Source data: Begin

// TestFilledInExamples fills every example with the first, the last and some of
// the choices between.
func TestFilledInExamples(t *testing.T) {
	files, err := fs.Glob(data.Examples, "examples/*.yaml")
	if err != nil || len(files) == 0 {
		t.Fatalf("no examples: %v", err)
	}
	for _, name := range files {
		raw, err := fs.ReadFile(data.Examples, name)
		if err != nil {
			t.Fatal(err)
		}
		text := string(raw)
		b, err := read(text)
		if err != nil {
			t.Fatal(err)
		}
		for share := range 5 {
			var choice []build.Fitting
			for _, o := range b.Openings {
				list := b.Fittings(o)
				choice = append(choice, list[(len(list)-1)*share/4])
			}
			out := checkFilled(t, text, choice)
			checkRemarks(t, text, out)
			for _, line := range strings.Split(out, "\n") {
				if bare := strings.TrimSpace(line); !strings.Contains(text, line+"\n") && !strings.HasPrefix(bare, "family: ") && !strings.HasPrefix(bare, "tolerance: ") && !strings.HasPrefix(bare, "value: ") && bare != "" {
					t.Errorf("%s: a line that was not there: %q", name, line)
				}
			}
		}
	}
}

// checkRemarks asks for every comment of a text, found by its " # " or as the
// first of a line, in what became of it. The texts have no # in their values.
func checkRemarks(t rapid.TB, was, is string) {
	for _, line := range strings.FieldsFunc(was, func(r rune) bool { return r == '\n' || r == '\r' }) {
		if i := strings.IndexByte(line, '#'); i >= 0 {
			if remark := strings.TrimRight(line[i:], " \t"); strings.Count(is, remark) != strings.Count(was, remark) {
				t.Errorf("%q is there %d times, was %d times:\n%s", remark, strings.Count(is, remark), strings.Count(was, remark), is)
			}
		}
	}
}

// TestFilledInRefusals asks for a complaint rather than for a change at two
// places.
func TestFilledInRefusals(t *testing.T) {
	const upper = "upper: {ref: C1, value: 220 pF, family: c0g, tolerance: 5 %}"
	const tank = "tank: {ref: C3, value: 130 pF, family: c0g, tolerance: 5 %}"
	for _, c := range []struct{ name, upper, tank, want string }{
		{"a value used elsewhere", "upper: {ref: C1, value: &v 220 pF, choose: {families: [c0g], values: [180 pF]}}", "tank: {ref: C3, value: *v}",
			"lamp.yaml:12:14: change inside &v, which line 20 uses too: expected line 20 written out, without *v"},
		{"an anchor in what goes", "upper: {ref: C1, value: 220 pF, choose: {families: [c0g], tolerances: [&t 5 %]}}", "tank: {ref: C3, value: 130 pF, family: c0g, tolerance: *t}",
			"lamp.yaml:12:14: change inside &t, which line 20 uses too: expected line 20 written out, without *t"},
		{"a part merged elsewhere", "upper: &p {ref: C1, value: 220 pF, choose: {families: [c0g]}}", "tank: {<<: *p, ref: C3}",
			"lamp.yaml:12:17: change inside &p, which line 20 uses too: expected line 20 written out, without *p"},
		{"choose merged", "upper: &p {ref: C1, value: 220 pF, choose: {families: [c0g]}}", "tank: {<<: *p, ref: C3}",
			"lamp.yaml:20:13: entry choose that is not written here"},
	} {
		t.Run(c.name, func(t *testing.T) {
			text := strings.NewReplacer(upper, c.upper, tank, c.tank).Replace(good)
			b, err := read(text)
			if err != nil {
				t.Fatal(err)
			}
			var choice []build.Fitting
			for _, o := range b.Openings {
				choice = append(choice, b.Fittings(o)[0])
			}
			out, err := b.FilledIn([]byte(text), choice)
			if err == nil || !strings.Contains(err.Error(), c.want) || out != nil {
				t.Errorf("%v\n%s", err, out)
			}
		})
	}
}

// TestFilledInShared writes what is right for every place that uses an anchor.
func TestFilledInShared(t *testing.T) {
	text := strings.NewReplacer(
		"upper: {ref: C1, value: 220 pF, family: c0g, tolerance: 5 %}", "upper: {ref: C1, value: &v 220 pF, choose: &open {families: &f [c0g, polystyrene], tolerances: [5 %]}}",
		"tank: {ref: C3, value: 130 pF, family: c0g, tolerance: 5 %}", "tank: {ref: C3, value: *v, choose: *open}",
	).Replace(good)
	b, err := read(text)
	if err != nil {
		t.Fatal(err)
	}
	first, second := b.Fittings(b.Openings[0]), b.Fittings(b.Openings[1])
	out := checkFilled(t, text, []build.Fitting{first[0], second[1]})
	for _, want := range []string{"upper: {ref: C1, value: &v 220 pF, family: c0g, tolerance: 5 %}", "tank: {ref: C3, value: *v, family: polystyrene, tolerance: 5 %}"} {
		if !strings.Contains(out, want) {
			t.Errorf("no %q in\n%s", want, out)
		}
	}
}

// TestFilledInMistakes are ours: choices that fit no opening.
func TestFilledInMistakes(t *testing.T) {
	text := open("value: 220 pF, choose: {families: [c0g]}")
	b, err := read(text)
	if err != nil {
		t.Fatal(err)
	}
	piece := build.Piece{Family: "c0g", Tolerance: 0.05, Worth: build.Worth{Text: "220 pF"}}
	for _, choice := range [][]build.Fitting{
		nil,
		{{Combine: "single"}},
		{{Combine: "single", Pieces: []build.Piece{piece, piece}}},
		{{Combine: "parallel", Pieces: []build.Piece{piece}}},
		{{Combine: "", Pieces: []build.Piece{piece}}},
		{{Combine: "single", Pieces: []build.Piece{{Family: "cog"}}}},
		{{Combine: "series", Pieces: []build.Piece{piece, {Family: "cog"}}}},
	} {
		if out, err := b.FilledIn([]byte(text), choice); err == nil {
			t.Errorf("%v gives %s", choice, out)
		}
	}
}

// drawn is a build file in chunks; those at odd places are its open parts.
type drawn struct {
	t       *rapid.T
	chunks  []string
	remarks int
}

// remark is now and then a comment, told from all others by its number.
func (d *drawn) remark(before string) string {
	if rapid.IntRange(0, 3).Draw(d.t, "remark") > 0 {
		return ""
	}
	d.remarks++
	return fmt.Sprintf("%s# remark %d, {ends}", before, d.remarks)
}

// keys are those of an open part in any order, the value of choose left out.
func (d *drawn) keys(i int) (keys [][2]string, choose [][2]string) {
	pick := func(list ...string) string { return rapid.SampledFrom(list).Draw(d.t, "word") }
	type offer struct{ family, families, values, tolerances string }
	o := rapid.SampledFrom([]offer{
		{"c0g", "[c0g, polystyrene, mica]", "[180 pF, 0.22 nF, '330 pF']", "[1 %, 2.5 %, 2 %, 5 %]"},
		{"film-trimmer", "[film-trimmer, ceramic-trimmer]", "[4..20 pF, \"4..34 pF\"]", ""},
		{"drum-choke", "[drum-choke, powdered-iron-toroid]", "[1.8 mH, 2200 uH]", "[5 %, 10 %]"},
		{"small-signal-npn", "[small-signal-npn]", "", ""},
	}).Draw(d.t, "offer")
	maybe := func(list *[][2]string, key string, texts ...string) {
		if text := pick(append(texts, "")...); text != "" {
			*list = append(*list, [2]string{key, text})
		}
	}
	keys = [][2]string{{"ref", fmt.Sprintf("X%d", i)}, {"choose", ""}}
	choose = [][2]string{{"families", o.families}}
	if o.tolerances != "" {
		choose = append(choose, [2]string{"tolerances", o.tolerances})
		maybe(&keys, "temperature_coefficient", "30 ppm/K", "{value: 30 ppm/K, spread: 60 ppm/K}")
	}
	maybe(&keys, "family", o.family, "'"+o.family+"'")
	maybe(&keys, "tolerance", "5 %", "'1 %'")
	maybe(&keys, "lots", "mixed", "one")
	if o.values != "" {
		value := strings.Trim(strings.Split(strings.Trim(o.values, "[]"), ",")[rapid.IntRange(0, 1).Draw(d.t, "value")], " ")
		if rapid.Bool().Draw(d.t, "values") {
			choose = append(choose, [2]string{"values", o.values})
			maybe(&keys, "value", value)
		} else {
			keys = append(keys, [2]string{"value", value})
		}
	}
	return rapid.Permutation(keys).Draw(d.t, "keys"), rapid.Permutation(choose).Draw(d.t, "choose")
}

// block writes a mapping a key a line.
func (d *drawn) block(list, choose [][2]string, indent string) string {
	var b strings.Builder
	for _, k := range list {
		if r := d.remark(indent); r != "" {
			b.WriteString(r + "\n")
		}
		text := " " + k[1]
		switch {
		case k[0] == "choose" && rapid.Bool().Draw(d.t, "deep"):
			b.WriteString(indent + k[0] + ":" + d.remark("  ") + "\n" + d.block(choose, nil, indent+"  "))
			continue
		case k[0] == "choose":
			text = " " + d.braces(choose, nil, indent+"  ")
		case k[1][0] == '[' && rapid.Bool().Draw(d.t, "rows"):
			text = d.remark(" ")
			for _, item := range strings.Split(strings.Trim(k[1], "[]"), ",") {
				text += "\n" + indent + rapid.SampledFrom([]string{"", "  "}).Draw(d.t, "dash") + "- " + strings.TrimSpace(item) + d.remark("\t")
			}
			text = evenDashes(text)
		}
		b.WriteString(indent + k[0] + ":" + text + d.remark("   ") + "\n")
	}
	return b.String()
}

// evenDashes indents every dash of a list like the first.
func evenDashes(text string) string {
	lines := strings.Split(text, "\n")
	for i := 2; i < len(lines); i++ {
		first := lines[1][:strings.Index(lines[1], "- ")]
		lines[i] = first + strings.TrimLeft(lines[i], " ")
	}
	return strings.Join(lines, "\n")
}

// braces writes a mapping between braces, on one line or over several.
func (d *drawn) braces(list, choose [][2]string, indent string) string {
	var b strings.Builder
	b.WriteString("{")
	for i, k := range list {
		if i > 0 {
			b.WriteString("," + d.gap(indent))
		}
		text := k[1]
		if k[0] == "choose" {
			text = d.braces(choose, nil, indent+"  ")
		}
		b.WriteString(k[0] + ": " + text)
	}
	if rapid.IntRange(0, 4).Draw(d.t, "end") == 0 {
		b.WriteString(d.gap(indent))
	}
	b.WriteString("}")
	return b.String()
}

// gap is what may stand behind a comma.
func (d *drawn) gap(indent string) string {
	if rapid.IntRange(0, 2).Draw(d.t, "gap") > 0 {
		return " "
	}
	text := d.remark("  ") + "\n" + indent
	if r := d.remark(""); r != "" {
		text += r + "\n" + indent
	}
	return text
}

// part writes an open part behind its name.
func (d *drawn) part(i int) string {
	keys, choose := d.keys(i)
	const indent = "        "
	if rapid.Bool().Draw(d.t, "block") {
		return d.remark(" ") + "\n" + d.block(keys, choose, indent)
	}
	return " " + d.braces(keys, choose, indent) + d.remark(" ") + "\n"
}

// file writes the whole build.
func (d *drawn) file() {
	head := "build: drawn # a\nunits: 2\nconditions: {a: {}} # b\nstages:\n  s:\n    kind: formula\n    parts:\n"
	for i := range rapid.IntRange(1, 3).Draw(d.t, "parts") {
		closed := fmt.Sprintf("      # before %d\n      c%d: {ref: R%d,   value: 1e3 Ω } # kΩ %d\n", i, i, i, i)
		d.chunks = append(d.chunks, head+closed+fmt.Sprintf("      p%d:", i), d.part(i+1))
		head = "\n"
	}
	d.chunks = append(d.chunks, "      # after\n    outputs:\n      y: {expression: \"1\"}   # end")
	from := rapid.SampledFrom([]string{"\n", "\r\n", "\r"}).Draw(d.t, "line end")
	for i := range d.chunks {
		d.chunks[i] = strings.ReplaceAll(d.chunks[i], "\n", from)
	}
	if rapid.Bool().Draw(d.t, "mark") {
		d.chunks[0] = "\uFEFF" + d.chunks[0]
	}
}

Source data: End

Using the entries above, give again exactly the lines from the line holding "pick := func(list" through the line holding "0.22 nF, '330". Include both end lines and nothing else.

## [Response area]
	pick := func(list ...string) string { return rapid.SampledFrom(list).Draw(d.t, "word") }
	type offer struct{ family, families, values, tolerances string }
	o := rapid.SampledFrom([]offer{
		{"c0g", "[c0g, polystyrene, mica]", "[180 pF, 0.22 nF, '330 pF']", "[1 %, 2.5 %, 2 %, 5 %]"},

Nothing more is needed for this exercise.